The bill in its present form, however, requires the broadcaster to be investigator, judge, and jury—and these functions must be performed during the heated and limited time of the campaign season. It is apparent from the nature of his business that the broadcaster is not equipped to discharge this heavy and responsible burden without assistance. We, therefore, suggest that an amendment be added which requires an applicant for time under section 315 to furnish (1) the Secretary of the Federal Communications Commission, (2) the United States attorney in the district where he resides, and (3) the broadcaster to whom application is made for time with identical statements under oath in a form satisfactory to all that he is a "legally qualified candidate” for the public office involved and that he is not within the classes proscribed by H. R. 3789.

In the event that a false statement is filed, it would appear to fall within the penal sanctions of the Criminal Code (18 U. S. C. A. 1621). The subcommittee may also want to consider incorporating a specific penal provision in section 315 of the Communications Act or in the provisions of that act relating to penalties which commence with section 501.

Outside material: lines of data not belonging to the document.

using AngleSharp.Html.Parser;
using CableFault.Tests.Cli;

namespace CableFault.Tests.History;

/// <summary>`report --run ID` takes the run's current baseline from the history database and lists its earlier measurements.</summary>
public class ReportFromHistoryTests : IDisposable
{
    private readonly string _folder = Directory.CreateTempSubdirectory("cf-report-history-").FullName;

    public void Dispose() => Directory.Delete(_folder, recursive: true);

    [Fact]
    public void BaselineAndEarlierChecksComeFromTheDatabase()
    {
        string db = Path.Combine(_folder, "history.db");
        string installed = HistoryFixtures.WriteCsv(_folder, "installed.csv", HistoryFixtures.Capture(HistoryFixtures.Installed(), 1));
        string recheck = HistoryFixtures.WriteCsv(_folder, "recheck.csv", HistoryFixtures.Capture(HistoryFixtures.Installed(), 2));
        string damaged = HistoryFixtures.WriteCsv(_folder, "damaged.csv", HistoryFixtures.Capture(HistoryFixtures.Damaged(), 3));
        Assert.Equal(0, CliRunner.Run("history", "add", installed, "--run", "YARD-7", "--baseline", "--db", db, "--note", "as installed").ExitCode);
        Assert.Equal(0, CliRunner.Run("history", "check", recheck, "--run", "YARD-7", "--db", db).ExitCode);

        string report = Path.Combine(_folder, "report.html");
        var result = CliRunner.Run("report", damaged, "--run", "YARD-7", "--db", db, "-o", report);

        // The damaged run differs from the stored baseline: the repair check ran against it and failed (exit 1).
        Assert.Equal(1, result.ExitCode);
        var document = new HtmlParser().ParseDocument(File.ReadAllText(report));
        var rows = document.QuerySelectorAll("table.history tbody tr").Select(r => r.TextContent).ToList();
        Assert.Equal(2, rows.Count);
        Assert.Contains("installed.csv", rows[0]);
        Assert.Contains("baseline (current)", rows[0]);
        Assert.Contains("as installed", rows[0]);
        Assert.Contains("recheck.csv", rows[1]);
        Assert.Contains("pass", rows[1]);
        Assert.Contains("history #1", document.Body!.TextContent);
    }

    [Fact]
    public void UnknownRunIsOneClearLine()
    {
        string db = Path.Combine(_folder, "history.db");
        string installed = HistoryFixtures.WriteCsv(_folder, "installed.csv", HistoryFixtures.Capture(HistoryFixtures.Installed(), 1));
        Assert.Equal(0, CliRunner.Run("history", "add", installed, "--run", "YARD-7", "--db", db).ExitCode);
        var result = CliRunner.Run("report", installed, "--run", "NOPE", "--db", db, "-o", Path.Combine(_folder, "r.html"));
        Assert.Equal(2, result.ExitCode);
        Assert.Single(result.Error.Split('\n', StringSplitOptions.RemoveEmptyEntries));
        Assert.Contains("NOPE", result.Error);
        Assert.False(File.Exists(Path.Combine(_folder, "r.html")));
    }
}
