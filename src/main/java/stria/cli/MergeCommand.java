package stria.cli;

import java.io.IOException;
import java.io.OutputStream;
import java.util.ArrayList;
import java.util.List;
import java.util.concurrent.Callable;
import picocli.CommandLine.ArgGroup;
import picocli.CommandLine.Command;
import picocli.CommandLine.Mixin;
import picocli.CommandLine.Model.CommandSpec;
import picocli.CommandLine.Option;
import picocli.CommandLine.Parameters;
import picocli.CommandLine.Spec;
import stria.StriaException;
import stria.out.AtomicOutputs;
import stria.out.ResultFormat;
import stria.out.Tabix;
import stria.shard.ShardMerge;

/**
 * {@code stria merge}: joins the results of all shards of a split scan into the result one scan of the whole
 * genome would have written. Refuses sets that are incomplete or do not belong together.
 */
@Command(name = "merge",
        description = {"Join the results of the shards of one split scan (scan --shard K/N) into one result.",
                "Files may be given in any order, plain, gzip or BGZF; the set must hold every shard 1..N exactly "
                        + "once, all from the same input and settings.",
                "Each shard must end with the closing #end line scan --shard writes last, and agree with it (a shard "
                        + "cut short, emptied or edited is refused, by name); all are checked before anything is "
                        + "written.",
                ""},
        footer = {"", "Exit status: 0 success, 1 incomplete or mismatched shard set or I/O error, 2 usage error."})
public final class MergeCommand implements Callable<Integer> {

    static final class Target {
        @Option(names = "--bed", paramLabel = "OUT",
                description = "merge BED results into OUT (.gz: BGZF with a tabix index; -: standard output)")
        String bed;

        @Option(names = "--tsv", paramLabel = "OUT",
                description = "merge TSV results into OUT (.gz: BGZF; -: standard output)")
        String tsv;
    }

    @ArgGroup(exclusive = true, multiplicity = "1")
    Target target;

    @Parameters(arity = "1..*", paramLabel = "FILE", description = "results of the shards of one run")
    List<String> files = new ArrayList<>();

    @Mixin(name = CommonOptions.NAME)
    CommonOptions common;

    @Spec
    CommandSpec spec;

    @Override
    public Integer call() {
        ResultFormat format = target.bed != null ? ResultFormat.BED : ResultFormat.TSV;
        String out = format == ResultFormat.BED ? target.bed : target.tsv;
        try (AtomicOutputs outputs = new AtomicOutputs(files)) {
            OutputStream stream = outputs.open(out);
            ShardMerge merge = ShardMerge.check(files, format);
            String command = commandLine();
            if (format == ResultFormat.BED) {
                Tabix.indexOnCommit(outputs, out);
            }
            merge.writeTo(stream, command);
            try {
                stream.flush();
            } catch (IOException e) {
                throw StriaException.io("cannot write " + out, e);
            }
            outputs.commit();
        }
        return 0;
    }

    private String commandLine() {
        List<String> typed = spec.commandLine().getParseResult().originalArgs();
        String text = String.join(" ", typed);
        return !typed.isEmpty() && typed.get(0).equals("merge") ? text : "merge " + text;
    }
}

NBC also recommends that a provision be added exempting a broadcast licensee from liability in the event he refuses a candidate time on the ground that such candidate falls within the proscribed classes specified in H, R. 3789 and he has reasonable cause for the refusal. H. R. 4814

Section 315 provides that a broadcaster shall have “no power of censorship” over broadcasts by legally qualified candidates for public office pursuant to that section. The Federal Communications Commission has construed the present law to prohibit a broadcaster's rejection or censorship of defamatory material in a political broadcast (Port Huron Broadcasting Company, 4 Pike and Fischer R. R. 1 (1948)). In its decision the Commission warned that a broadcaster who violated section 315 by deleting defamatory material might lose his license. The Commission made clear that in its opinion the licensee is relieved of liability under State law for the broadcast of defamation in political speeches.

This latter opinion, however, is cold comfort to the broadcaster confronted with decisions of State courts holding to the contrary and to the effect that it is no defense in a defamation action for a broadcaster to plead that the demafation occurred in a political speech (Sorenson v. Wood, 123 Neb. 384, 243 N. W. 82 (1932), appeal dismissed, 290 U. S. 599 (1933), Daniell v. Voice of New Hampshire, Inc., 10 Pike and Fischer R. R. 2045 (1954)).

Thus, the broadcaster is confronted with a dilemma. On the one hand, under the Communications Act he is powerless to delete defamatory material without placing his broadcasting authorization in jeopardy. On the other hand, if he fails to censor the defamatory material he may be held liable for the resulting defamation.

We, at NBC, have no quarrel with a congressional policy which denies a broadcaster censorship power over political brodacasts but we feel that the Congress should expressly exempt from liability the same broadcaster it has rendered powerless. For this reason we believe that H. R. 4814 is basically sound and NBC favors the bill.

1 Although approximately two-thirds of the States have enacted legislation which in some degree lessens the liability of a broadcaster for material broadcast over his facilities which he is powerless to prevent, much of this legislation is inadequate. There are 12 States in which there is no statutory protection. In any event, it would appear that the Federal Government has occupied the field and the legislative exemption should come from the Congress which imposed the restriction.